For performance reasons, the program treats boneMatrix as an array of float4 vectors rather than an array of float3x4 matrices. The matrixIndex array contains floating-point values instead of integers, and so the addressing of a single array of vectors is more efficient than accessing an array of matrices.
There is definitely a performance implication for using an array matrices, personally I can see two reasons for this. Memory layout and index calculations.
Generally speaking contiguous memory layout is much faster to access than non-contiguous memory layout. It's a common practice to flatten 2D arrays into 1D arrays. As noted the implication is that it leaks the implementation so you have to handle this fact by changing the indexing.
But I can be wrong, I suspect that the matrix implementation in Cg language actually a 1D array. So this brings us to the second point, if the implementation in Cg of a matrix is actually a 1D array the only different between using an array of matrices or array of vectors (flattened matrix) is actually the index calculation, given in the article they are using floating point to calculate the index and a single precision floating point multiply, add, and multiply-add take 4 clock cycles per warp.
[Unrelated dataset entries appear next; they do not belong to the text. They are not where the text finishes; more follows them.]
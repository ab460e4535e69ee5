/** The latest photo estimate of a block as the block and roster answers show it, beside the ruler verdict. */
import type { Verdict } from '@shared/quilt';
import type { LatestPhotoEstimateDto } from '@shared/schemas/photo-estimates';

/** A latest-estimate row: NUMERIC and times as pg gives them, or as numbers and ISO strings from JSON. */
export interface LatestEstimateRow {
  id: number;
  block_id: number;
  verdict: Verdict;
  width: string | number;
  height: string | number;
  expected_error: string | number;
  borderline: boolean;
  created_at: Date | string;
}

export function latestEstimateDto(r: LatestEstimateRow): LatestPhotoEstimateDto {
  return {
    id: r.id,
    verdict: r.verdict,
    width: Number(r.width),
    height: Number(r.height),
    expectedError: Number(r.expected_error),
    borderline: r.borderline,
    at: new Date(r.created_at).toISOString(),
  };
}

export function latestEstimateDtos(rows: LatestEstimateRow[]): Map<number, LatestPhotoEstimateDto> {
  return new Map(rows.map((r) => [r.block_id, latestEstimateDto(r)]));
}

export const LATEST_ESTIMATES = `SELECT DISTINCT ON (e.block_id) e.id, e.block_id, e.verdict, e.width, e.height, e.expected_error, e.borderline, e.created_at
                  FROM photo_estimates e`;
export const NEWEST_ESTIMATE_FIRST = 'ORDER BY e.block_id, e.created_at DESC, e.id DESC';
The arrays of vectors only needs one index the array of matrices need two, this leads to less instructions per lookup, and remember in shaders every instruction matters.
Update regarding your question in the comments:
But according to the code, they actually convert the vectors back to matrices in the for loop. Isn't that be more efficient to do something like using an array of matrices and index it directly to get the model matrix? It will be only one indexing instead of three when constructing the model matrix.
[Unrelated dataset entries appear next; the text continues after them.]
/** Block routes: a swap's block list, the maker's steps, the coordinator's intake and measuring. */
import { Router, type Request, type Response } from 'express';
import {
  acceptBlockSchema,
  blockParamsSchema,
  handInManySchema,
  handInSchema,
  measurementBodySchema,
  receiveSchema,
} from '@shared/schemas/blocks';
import { blocksQuerySchema, swapParamsSchema } from '@shared/schemas/swaps';
import { route } from '../http/route';
import { currentUser, requireUser } from '../auth/require-user';
import { canReadSwap } from '../swaps/swaps.policy';
import { canActAsMaker, canManageBlock, canReadBlock, measuringAs } from './blocks.policy';
import type { AppDeps } from '../deps';
import * as blocks from './blocks.service';
import { listMeasurements, recordMeasurement } from './measurements.service';
import type { Answer } from './idempotency';
import { acceptByDecision, undoLastStep } from './block-steps';
import { handInMany } from './hand-in-many';

type BlockInput = { params: { blockId: number } };
const readBlock = (req: Request, { params }: BlockInput) => canReadBlock(currentUser(req).id, params.blockId);
const maker = (req: Request, { params }: BlockInput) => canActAsMaker(currentUser(req).id, params.blockId);
const officer = (req: Request, { params }: BlockInput) => canManageBlock(currentUser(req).id, params.blockId);

function reply<T>(res: Response, answer: Answer<T>) {
  if (answer.replayed) res.set('Idempotent-Replay', 'true');
  res.status(answer.status).json(answer.body);
}

export function blocksRouter(deps: AppDeps) {
  const router = Router();

  router.get(
    '/swaps/:swapId/blocks',
    requireUser,
    route(
      {
        params: swapParamsSchema,
        query: blocksQuerySchema,
        authorize: (req, { params }) => canReadSwap(currentUser(req).id, params.swapId),
      },
      async ({ query, access: { swap, canManage } }, req, res) => {
        res.json(await blocks.listBlocks(swap, { userId: currentUser(req).id, canManage }, query));
      },
    ),
  );

  router.get(
    '/blocks/:blockId',
    requireUser,
    route({ params: blockParamsSchema, authorize: readBlock }, async ({ access: { block, canManage } }, req, res) => {
      res.json(await blocks.getBlock(block, { userId: currentUser(req).id, canManage }));
    }),
  );

  router.get(
    '/blocks/:blockId/measurements',
    requireUser,
    route({ params: blockParamsSchema, authorize: readBlock }, async ({ access: { block } }, _req, res) => {
      res.json(await listMeasurements(block));
    }),
  );

  router.post(
    '/blocks/:blockId/sewn',
    requireUser,
    route({ params: blockParamsSchema, authorize: maker }, async ({ params }, req, res) => {
      res.json(await blocks.markSewn(deps, params.blockId, currentUser(req).id));
    }),
  );

  router.post(
    '/blocks/:blockId/handed-in',
    requireUser,
    route({ params: blockParamsSchema, body: handInSchema, authorize: maker }, async ({ params, body }, req, res) => {
      res.json(await blocks.handIn(deps, params.blockId, currentUser(req).id, body));
    }),
  );

  router.post(
    '/blocks/:blockId/received',
    requireUser,
    route({ params: blockParamsSchema, body: receiveSchema, authorize: officer }, async ({ params, body }, req, res) => {
      reply(res, await blocks.receive(deps, params.blockId, currentUser(req).id, body.clientId));
    }),
  );

  router.post(
    '/blocks/:blockId/trimmed',
    requireUser,
    route({ params: blockParamsSchema, authorize: officer }, async ({ params }, req, res) => {
      res.json(await blocks.markTrimmed(deps, params.blockId, currentUser(req).id));
    }),
  );

  router.post(
    '/blocks/:blockId/measurements',
    requireUser,
    route(
      { params: blockParamsSchema, body: measurementBodySchema, authorize: readBlock },
      async ({ params, body, access }, req, res) => {
        const { id: userId, displayName } = currentUser(req);
        reply(
          res,
          await recordMeasurement(deps, params.blockId, { userId, displayName, source: measuringAs(access, body.source) }, body),
        );
      },
    ),
  );

  router.post(
    '/swaps/:swapId/handed-in',
    requireUser,
    route(
      {
        params: swapParamsSchema,
        body: handInManySchema,
        authorize: (req, { params }) => canReadSwap(currentUser(req).id, params.swapId),
      },
      async ({ body, access }, req, res) => {
        res.json(await handInMany(deps, access.swap, currentUser(req).id, body));
      },
    ),
  );

  router.post(
    '/blocks/:blockId/undo',
    requireUser,
    route({ params: blockParamsSchema, authorize: readBlock }, async ({ params, access }, req, res) => {
      res.json(await undoLastStep(deps, params.blockId, { userId: currentUser(req).id, canManage: access.canManage }));
    }),
  );

  router.post(
    '/blocks/:blockId/accept',
    requireUser,
    route({ params: blockParamsSchema, body: acceptBlockSchema, authorize: officer }, async ({ params, body }, req, res) => {
      res.json(await acceptByDecision(deps, params.blockId, currentUser(req).id, body));
    }),
  );

  return router;
}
What you said makes sense, what I speculate is that the compiler will notice that boneMatrix doesn't change. So the compiler won't allocate a new matrix and just reference the old values, so it's not actually constructing a new matrix just aliasing the vectors to be able to use matrix operations. But how can we be sure? someone need to check the generated code..
Update: this has been confirmed by @EternalWind (check the comments) the compiler doesn't construct a new matrix but actually reference the vectors, moreover it was able to vectorize the operation using dot product.